When saving the program to tape as a matter of routine, the computer unexpectedly printed:
RECORD then RETURN
“Index”? Excuse me? I rewound the tape, wanting to try again, but found that the machine was no longer responding to my keystrokes. Somewhat nervous, I pressed the BREAK key, essentially rebooting the OS, and typed OLD to recover the program from its original memory location. Phew, that worked, it was still intact. I tried saving again, but this time, the counter didn't even start running. I really didn't want to hard reset the machine, because I assumed that the failed save would have corrupted the tape, so the computer's RAM was the only place where the QR program still lived.
A few more tries, a few more reboots, nothing helped. Until, suddenly during a SAVE command, the screen got garbled and seemingly random pixels scrolled across the screen. I pressed BREAK again, expecting to end up at the BASIC prompt again, but instead was dumped into the ViewSheet spreadsheet program. I had no idea that this machine even had that ROM chip installed. The fact that I booted into it seemed like a severe case of memory corruption. I guessed, correctly, that *BASIC would get me back to BASIC mode, but by now OLD didn't work anymore, and my program was definitively gone from the computer's memory.
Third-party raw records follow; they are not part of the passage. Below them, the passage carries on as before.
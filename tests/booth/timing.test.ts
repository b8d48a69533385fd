import { describe, expect, it } from "vitest";
import { coatWindows, layerTimingDefaults, spanInWords, timingBreaches, type TimingLayer } from "../../shared/domain/booth-timing";

const MIN = 60_000;
const T = Date.parse("2030-01-01T08:00:00Z");
const layer = (id: number, extra: Partial<TimingLayer> = {}): TimingLayer => ({
  id,
  name: `L${id}`,
  coats: 2,
  flashMinutes: 10,
  minutesPerCoat: 4,
  dryMinutes: 30,
  inductionMinutes: null,
  recoatMinMinutes: null,
  recoatMaxMinutes: null,
  catalysed: false,
  ...extra,
});
const coat = (id: number, layerId: number, at: number) => ({ id, layerId, coatNumber: 1, at, correctedBy: null });

describe("layerTimingDefaults", () => {
  it("takes the longest induction, the latest opening and the earliest closing; unknown figures are skipped", () => {
    expect(
      layerTimingDefaults([
        { inductionMinutes: 10, recoatMinMinutes: 30, recoatMaxMinutes: 4320 },
        { inductionMinutes: null, recoatMinMinutes: 15, recoatMaxMinutes: 1440 },
        { inductionMinutes: 20, recoatMinMinutes: null, recoatMaxMinutes: null },
      ]),
    ).toEqual({ inductionMinutes: 20, recoatMinMinutes: 30, recoatMaxMinutes: 1440 });
    expect(layerTimingDefaults([])).toEqual({ inductionMinutes: null, recoatMinMinutes: null, recoatMaxMinutes: null });
  });
});

describe("coatWindows and timingBreaches", () => {
  it("a second coat waits for the flash; a first coat for the dry time or the minimum recoat, whichever is later", () => {
    const layers = [layer(1, { recoatMinMinutes: 45, recoatMaxMinutes: 120 }), layer(2)];
    const w2 = coatWindows(layers, [coat(1, 1, T)], 0, 2, null);
    expect(w2).toMatchObject({ flashEndsAt: T + 10 * MIN, dryEndsAt: null, recoatClosesAt: null });
    const w = coatWindows(layers, [coat(1, 1, T), coat(2, 1, T + 20 * MIN)], 1, 1, null);
    expect(w).toMatchObject({ flashEndsAt: null, dryEndsAt: T + 65 * MIN, recoatClosesAt: T + 140 * MIN });
    expect(timingBreaches(layers, 1, w, T + 64 * MIN).map((b) => b.rule)).toEqual(["dry"]);
    expect(timingBreaches(layers, 1, w, T + 65 * MIN)).toEqual([]);
    expect(timingBreaches(layers, 1, w, T + 140 * MIN)).toEqual([]);
    expect(timingBreaches(layers, 1, w, T + 140 * MIN + 1).map((b) => b.rule)).toEqual(["recoat_window"]);
  });

  it("a catalysed layer needs a batch, and the batch its induction time", () => {
    const layers = [layer(1, { catalysed: true, inductionMinutes: 15 })];
    expect(timingBreaches(layers, 0, coatWindows(layers, [], 0, 1, null), T).map((b) => b.rule)).toEqual(["no_batch"]);
    const w = coatWindows(layers, [], 0, 1, { mixedAt: T });
    expect(w.inductionEndsAt).toBe(T + 15 * MIN);
    expect(timingBreaches(layers, 0, w, T + 14 * MIN).map((b) => b.rule)).toEqual(["induction"]);
    expect(timingBreaches(layers, 0, w, T + 15 * MIN)).toEqual([]);
  });
});

describe("spanInWords", () => {
  it("rounds up to whole minutes and writes hours and days", () => {
    expect(spanInWords(11_000)).toBe("1 min");
    expect(spanInWords(9 * MIN + 49_000)).toBe("10 min");
    expect(spanInWords(60 * MIN)).toBe("1 h");
    expect(spanInWords(65 * MIN)).toBe("1 h 5 min");
    expect(spanInWords(3 * 1440 * MIN + 2 * 60 * MIN)).toBe("3 d 2 h");
  });
});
Now what? Let's cold-boot the machine and see what can be recovered from tape. But it seemed that the poor old thing was too far gone for that… instead of booting, it gave a continuous tone from its speaker, didn't show anything on the screen, and didn't respond to the BREAK key. I tried powercycling it literally hundreds of times, each time getting a slightly different tone and sometimes getting the keyboard LEDs to light up, but I couldn't get the machine to boot anymore. It seemed that my trusty old pal had finally given up the ghost.
I had hoped to make the QR code program send itself across to the PC as a maiden voyage. I'm quite confident that (perhaps with even larger pixels) I could have made it work. Then I could post a YouTube video of a data transfer in progress, to help explain to my family what I've been up to in the past few weeks. I could publish the code on GitHub, annotate it, explain it in detail on this blog. Maybe it would even be useful to someone, although I didn't expect it to. I don't think any of that is going to happen anymore.
But of course, this QR code program was just a means to an end. The point of this project was to transfer all the old programs I wrote as a kid. Those programs are still there, sitting on a stack of 5 1/4" floppy disks on my desk, so close and yet so far away. If the machine would have worked again, I would have typed a simpler program, too small to need saving, to try and transfer them via sound signals. That, too, isn't going to happen anymore. Even if I could fix the computer itself, the disk drive also seems to be broken since the machine won't even boot when it's plugged in.
Fortunately, there is another way: a controller board like the KryoFlux can be used in conjunction with a PC style 5 1/4" drive to rescue data off of virtually any type of disk. I just ordered a KryoFlux board, and placed a bid on eBay on a compatible floppy drive. Fortunately, working drives for PCs seem to grow on trees still. The game is not over.
But for my old BBC Microcomputer, it is. The very device that launched my career as a software engineer will never run again. When I'm done mourning it, I'll probably take it to an electronics recycling facility. May it rest in peace.